C and C++ both forbid arithmetic on "void *", so a diagnostic is
required. (Incidentally, note that gcc by default compiles a
different language from C, in which "void *" arithmetic *is* allowed,
and you have to supply special compiler flags to get it to complain
as the C Standards require.)
Clearly E.D. meant:
(void *)(Dev.tConf + i)
which is considerably closer to correct, and even compiles. But
this still suffers from undefined behavior. As you may or may not
recall by now 
the tConf member has type "array 2 of array 12
of ...", but the variable "i" is going to run from 0 through 23
inclusive. The only valid subscripts for tConf are 0 and 1, and
a pointer of type "pointer to array 12 of ..." steps forward by
units of "array-12-of" (as illustrated at the above URL), so when
you add 2, you point just past the end of the object. C does allow
such a pointer as a special concession, but then i goes on to become
3, and C does not define the result of this computation. A very
few (perhaps even "no", today) C compilers will catch the error at
runtime, to prevent you from getting the wrong answer fast. (Most
C compilers will just give you the wrong answer fast though. For
some reason, most people seem to prefer to get wrong answers as
fast as possible, rather than having a slightly slower system catch
such errors.)
If one were to change the loop to read:
for (i = 0; i < 2; i++)
printf(" addr : %p\b", (void *)(Dev.tConf + i));
then this final version would be correct and would do something
reasonably well defined.
printf("===FIRST PRINT END ===========\n");
printf("===SECOND PRINT BEGIN ===========\n");
for (i = 0; i < 2; i++)
for (j = 0; j < 12; j++)
printf(" addr : 0x%x \n", Dev.tConf[j]);
Here the subscripts are valid -- the tConf member (still) has type
"array 2 of array 12 of struct T_USER_DATA", and "i" and "j" are
always in range -- but once again, this passes an entire "struct"

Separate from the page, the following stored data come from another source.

import { Worker, type Job } from 'bullmq';
import type { Redis } from 'ioredis';
import { jobNameSchema, jobPayloadSchema, queueName, type JobPayload } from '@/lib/jobs/jobs';
import { failJob } from '@/lib/services/outbox/fail-job';
import { finishJob } from '@/lib/services/outbox/finish-job';
import type { GridReader } from '@/lib/services/reading/grid-reader';
import type { WorkerContext } from './context';
import { handlers } from './registry';
import type { WorkerMetrics } from './worker-metrics';

export interface Tools { reader: GridReader; metrics: WorkerMetrics }

/** So that a worker killed outright is noticed within seconds. */
const liveness = { lockDuration: 5000, stalledInterval: 3000, maxStalledCount: 2 };

function contextOf(context: WorkerContext, payload: JobPayload) {
  return { ...context, organisation: { id: payload.organisationId ?? '' }, requestId: payload.requestId };
}

/** What a line about a job says: its id in the queue, what it works on, and the request that caused it. */
function lineOf(job: Job<unknown>) {
  const payload = jobPayloadSchema.safeParse(job.data).data;
  return { job: job.name, jobId: job.id, subject: payload?.subjectId, organisation: payload?.organisationId, requestId: payload?.requestId };
}

async function work(context: WorkerContext, job: Job<unknown>, { reader, metrics }: Tools): Promise<void> {
  const name = jobNameSchema.parse(job.name);
  const payload = jobPayloadSchema.parse(job.data);
  const begun = performance.now();
  const milliseconds = () => Math.round(performance.now() - begun);
  try {
    await handlers[name](contextOf(context, payload), payload, { reader });
    await finishJob(context.db, payload.outboxId, context.clock());
  } catch (error) {
    metrics.countJob(name, 'failed', milliseconds());
    throw error;
  }
  metrics.countJob(name, 'done', milliseconds());
  context.log.info({ ...lineOf(job), milliseconds: milliseconds() }, 'job done');
}

async function giveUpFor(context: WorkerContext, job: Job<unknown>, error: Error): Promise<void> {
  const name = jobNameSchema.parse(job.name);
  const payload = jobPayloadSchema.parse(job.data);
  try {
    await failJob(contextOf(context, payload), name, payload, error);
  } catch (fault) {
    // The sweep finds the row queued without a job and queues it again.
    context.log.error({ ...lineOf(job), err: fault }, 'failed job not noted');
  }
}

/** Takes jobs from the queue, several at a time, and marks their outbox rows. */
export function createQueueWorker(context: WorkerContext, connection: Redis, { concurrency, ...tools }: Tools & { concurrency: number }): Worker {
  const worker = new Worker(queueName, (job: Job<unknown>) => work(context, job, tools), { connection, concurrency, ...liveness });
  worker.on('error', (error) => context.log.warn({ fault: error.message }, 'queue'));
  worker.on('failed', (job, error) => {
    context.log.warn({ ...(job ? lineOf(job) : {}), attempt: job?.attemptsMade, err: error }, 'job failed');
    // What is neither tried again nor waiting for it has failed for good.
    if (job && (job.finishedOn !== undefined || job.attemptsMade >= (job.opts.attempts ?? 1))) void giveUpFor(context, job, error);
  });
  return worker;
}
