import { Client } from 'pg';
import { openDatabase } from '@/db/client';
import type { Env } from '@/lib/env';
import { createLogger } from '@/lib/platform/logger';
import { createMailer } from '@/lib/platform/mailer';
import { openRedis } from '@/lib/platform/redis';
import { createStorage } from '@/lib/platform/storage';
import { storageOptionsOf } from '@/lib/platform/storage-options';
import { createStudyEvents } from '@/lib/platform/study-events';
import type { MailJobContext } from '@/lib/services/outbox/job-context';

export type WorkerContext = Omit<MailJobContext, 'organisation'>;

/** The connections of this worker process. */
export function openWorkerContext(env: Env) {
  const log = createLogger('worker', env.LOG_LEVEL);
  const { pool, db } = openDatabase(env.DATABASE_URL, (error) => log.warn({ fault: error.message }, 'database connection'));
  const redis = openRedis(env.REDIS_URL, log, { maxRetriesPerRequest: null });
  // Handing over jobs fails at once when Redis is away: the outbox keeps them, and no transaction waits.
  const adding = openRedis(env.REDIS_URL, log, { maxRetriesPerRequest: 1, enableOfflineQueue: false });
  const telling = openRedis(env.REDIS_URL, log, { maxRetriesPerRequest: 1, enableOfflineQueue: false });
  const context: WorkerContext = {
    db, storage: createStorage(storageOptionsOf(env)), events: createStudyEvents(telling, telling), clock: () => new Date(), log,
    mailer: createMailer({ smtpUrl: env.SMTP_URL, from: env.MAIL_FROM }), publicUrl: env.PUBLIC_URL,
  };

  return {
    context, log, redis, adding, pool,
    /** A connection of its own for LISTEN, opened anew by the caller when it breaks. */
    openListener: () => new Client({ connectionString: env.DATABASE_URL }),
    async close(): Promise<void> {
      for (const connection of [redis, adding, telling]) connection.disconnect();
      await pool.end();
    },
  };
}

value to printf() when printf() is expecting an unsigned int, so
the effect is undefined. E.D.'s correction again suffers from
misplaced (or missing) parentheses, so that the "void *" binds
to the wrong sub-expression:
printf (" addr : %p\n", (void*) Dev.tConf + j);
but this is easily fixed:
printf(" addr : %p\n", (void *)(Dev.tConf + j));
As always in C, array objects in "value contexts" fall under The
Rule, and since Dev.tConf is an array object, and the "+"
(addition) operator needs values, we must apply The Rule. Since
Dev.tConf has type "array 12 of struct T_USER_DATA", the "value"
of this is a pointer of -- what type? As always, we must discard
the integer N (12) and keep the type T (struct T_USER_DATA). We
get a pointer of type "pointer to struct T_USER_DATA", pointing
to the first element of the array, i.e., &Dev.tConf[0].
Note that we could equally write:
printf(" addr : %p\n", (void *)(&Dev.tConf[0] + j));
Moreover, because pointer addition moves forward by "whole
object" units (as determined by the type of the thing to which
the pointer points), we could also write this as:
printf(" addr : %p\n", (void *)(&Dev.tConf[j]));
and now the final parentheses are redundant (casts bind less
tightly than & and [] operators), so this is just:
printf(" addr : %p\n", (void *)&Dev.tConf[j]);
The cast *is* required in all cases, though, because C's %p format
directive needs a value of type "void *". In C++, there are no
automatic, cast-free conversions to and from "void *", and even in
C, this particular parameter matches up with the ", ..." part of
printf()'s prototype, so the cast is still needed.